• **Assignment**:
Somewhere below is a line with "none: give a" and, later, a line with "setting needs at"; repeat those two lines and all the lines between them, exactly as they are.

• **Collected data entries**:

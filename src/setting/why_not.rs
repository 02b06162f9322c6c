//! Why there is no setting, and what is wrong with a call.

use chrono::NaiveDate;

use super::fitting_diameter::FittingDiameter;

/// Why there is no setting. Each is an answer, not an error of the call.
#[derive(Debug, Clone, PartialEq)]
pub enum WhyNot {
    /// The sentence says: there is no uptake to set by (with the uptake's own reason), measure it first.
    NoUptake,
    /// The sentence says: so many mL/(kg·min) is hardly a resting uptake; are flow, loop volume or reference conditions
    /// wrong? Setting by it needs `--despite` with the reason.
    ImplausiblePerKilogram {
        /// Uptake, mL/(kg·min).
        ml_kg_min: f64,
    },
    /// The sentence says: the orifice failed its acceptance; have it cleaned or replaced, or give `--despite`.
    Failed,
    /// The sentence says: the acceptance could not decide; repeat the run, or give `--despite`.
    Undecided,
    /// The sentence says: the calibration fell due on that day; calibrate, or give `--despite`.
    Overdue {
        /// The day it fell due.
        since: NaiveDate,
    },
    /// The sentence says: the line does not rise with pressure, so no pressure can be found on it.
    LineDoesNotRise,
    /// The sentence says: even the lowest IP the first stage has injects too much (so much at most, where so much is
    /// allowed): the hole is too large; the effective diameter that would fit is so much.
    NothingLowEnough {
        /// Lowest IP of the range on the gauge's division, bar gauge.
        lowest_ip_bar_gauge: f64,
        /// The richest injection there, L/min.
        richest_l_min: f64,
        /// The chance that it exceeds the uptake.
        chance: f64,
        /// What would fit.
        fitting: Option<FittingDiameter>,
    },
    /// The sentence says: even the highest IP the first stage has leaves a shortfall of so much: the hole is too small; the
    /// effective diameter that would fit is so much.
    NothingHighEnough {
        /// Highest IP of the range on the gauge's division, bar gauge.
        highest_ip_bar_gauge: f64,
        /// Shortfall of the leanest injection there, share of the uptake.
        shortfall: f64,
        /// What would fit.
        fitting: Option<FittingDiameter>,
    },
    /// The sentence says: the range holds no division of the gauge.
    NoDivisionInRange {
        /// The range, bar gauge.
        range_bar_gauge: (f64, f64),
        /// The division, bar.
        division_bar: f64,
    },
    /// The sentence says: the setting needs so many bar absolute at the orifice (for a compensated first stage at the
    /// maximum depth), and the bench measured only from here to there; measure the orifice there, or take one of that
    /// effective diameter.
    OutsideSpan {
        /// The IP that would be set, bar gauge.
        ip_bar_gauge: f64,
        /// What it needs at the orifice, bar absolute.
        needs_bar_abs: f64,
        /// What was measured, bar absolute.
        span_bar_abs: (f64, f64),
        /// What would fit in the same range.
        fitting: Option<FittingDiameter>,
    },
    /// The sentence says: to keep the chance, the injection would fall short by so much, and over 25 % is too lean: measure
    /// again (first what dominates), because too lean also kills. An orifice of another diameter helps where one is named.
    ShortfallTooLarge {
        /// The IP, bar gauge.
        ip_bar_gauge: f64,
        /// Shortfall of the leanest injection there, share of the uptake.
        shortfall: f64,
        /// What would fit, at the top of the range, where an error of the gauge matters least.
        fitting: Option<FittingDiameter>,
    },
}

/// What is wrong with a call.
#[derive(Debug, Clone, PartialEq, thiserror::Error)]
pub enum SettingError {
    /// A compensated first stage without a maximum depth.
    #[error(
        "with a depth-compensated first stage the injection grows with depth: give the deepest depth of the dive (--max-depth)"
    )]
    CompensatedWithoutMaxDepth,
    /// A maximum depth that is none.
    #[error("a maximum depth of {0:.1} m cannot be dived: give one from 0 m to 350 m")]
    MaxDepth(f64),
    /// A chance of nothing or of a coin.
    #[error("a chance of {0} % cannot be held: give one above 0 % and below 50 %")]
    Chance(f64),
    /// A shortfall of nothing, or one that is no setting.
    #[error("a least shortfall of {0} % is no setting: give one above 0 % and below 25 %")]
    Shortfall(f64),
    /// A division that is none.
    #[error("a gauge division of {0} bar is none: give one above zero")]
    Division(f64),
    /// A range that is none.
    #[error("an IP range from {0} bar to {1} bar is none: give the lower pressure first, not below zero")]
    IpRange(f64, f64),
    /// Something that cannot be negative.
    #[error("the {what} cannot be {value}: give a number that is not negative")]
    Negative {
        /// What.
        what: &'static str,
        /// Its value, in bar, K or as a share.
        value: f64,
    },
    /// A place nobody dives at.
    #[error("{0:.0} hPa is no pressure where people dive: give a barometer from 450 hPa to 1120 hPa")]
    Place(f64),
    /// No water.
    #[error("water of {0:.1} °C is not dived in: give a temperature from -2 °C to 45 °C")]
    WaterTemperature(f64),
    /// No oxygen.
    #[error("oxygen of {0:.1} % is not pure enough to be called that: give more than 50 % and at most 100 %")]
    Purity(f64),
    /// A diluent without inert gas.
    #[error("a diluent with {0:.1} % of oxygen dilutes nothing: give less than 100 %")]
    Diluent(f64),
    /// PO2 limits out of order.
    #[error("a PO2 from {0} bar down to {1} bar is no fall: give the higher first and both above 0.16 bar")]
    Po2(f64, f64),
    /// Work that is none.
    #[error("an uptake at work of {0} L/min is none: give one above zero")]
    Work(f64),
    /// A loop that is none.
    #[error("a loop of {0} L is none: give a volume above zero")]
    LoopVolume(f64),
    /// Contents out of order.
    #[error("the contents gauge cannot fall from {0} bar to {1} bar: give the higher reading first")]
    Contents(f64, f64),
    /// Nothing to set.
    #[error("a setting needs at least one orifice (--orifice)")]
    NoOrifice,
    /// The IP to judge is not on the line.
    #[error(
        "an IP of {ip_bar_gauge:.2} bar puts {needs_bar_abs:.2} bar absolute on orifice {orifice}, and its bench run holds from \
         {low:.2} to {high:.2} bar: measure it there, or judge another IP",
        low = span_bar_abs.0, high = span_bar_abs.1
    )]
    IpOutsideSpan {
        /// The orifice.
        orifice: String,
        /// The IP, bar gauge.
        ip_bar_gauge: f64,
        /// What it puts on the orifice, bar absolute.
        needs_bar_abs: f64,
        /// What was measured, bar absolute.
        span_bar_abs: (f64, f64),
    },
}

• **Solution to the exercise**:
    #[error("a loop of {0} L is none: give a volume above zero")]
    LoopVolume(f64),
    /// Contents out of order.
    #[error("the contents gauge cannot fall from {0} bar to {1} bar: give the higher reading first")]
    Contents(f64, f64),
    /// Nothing to set.
    #[error("a setting needs at least one orifice (--orifice)")]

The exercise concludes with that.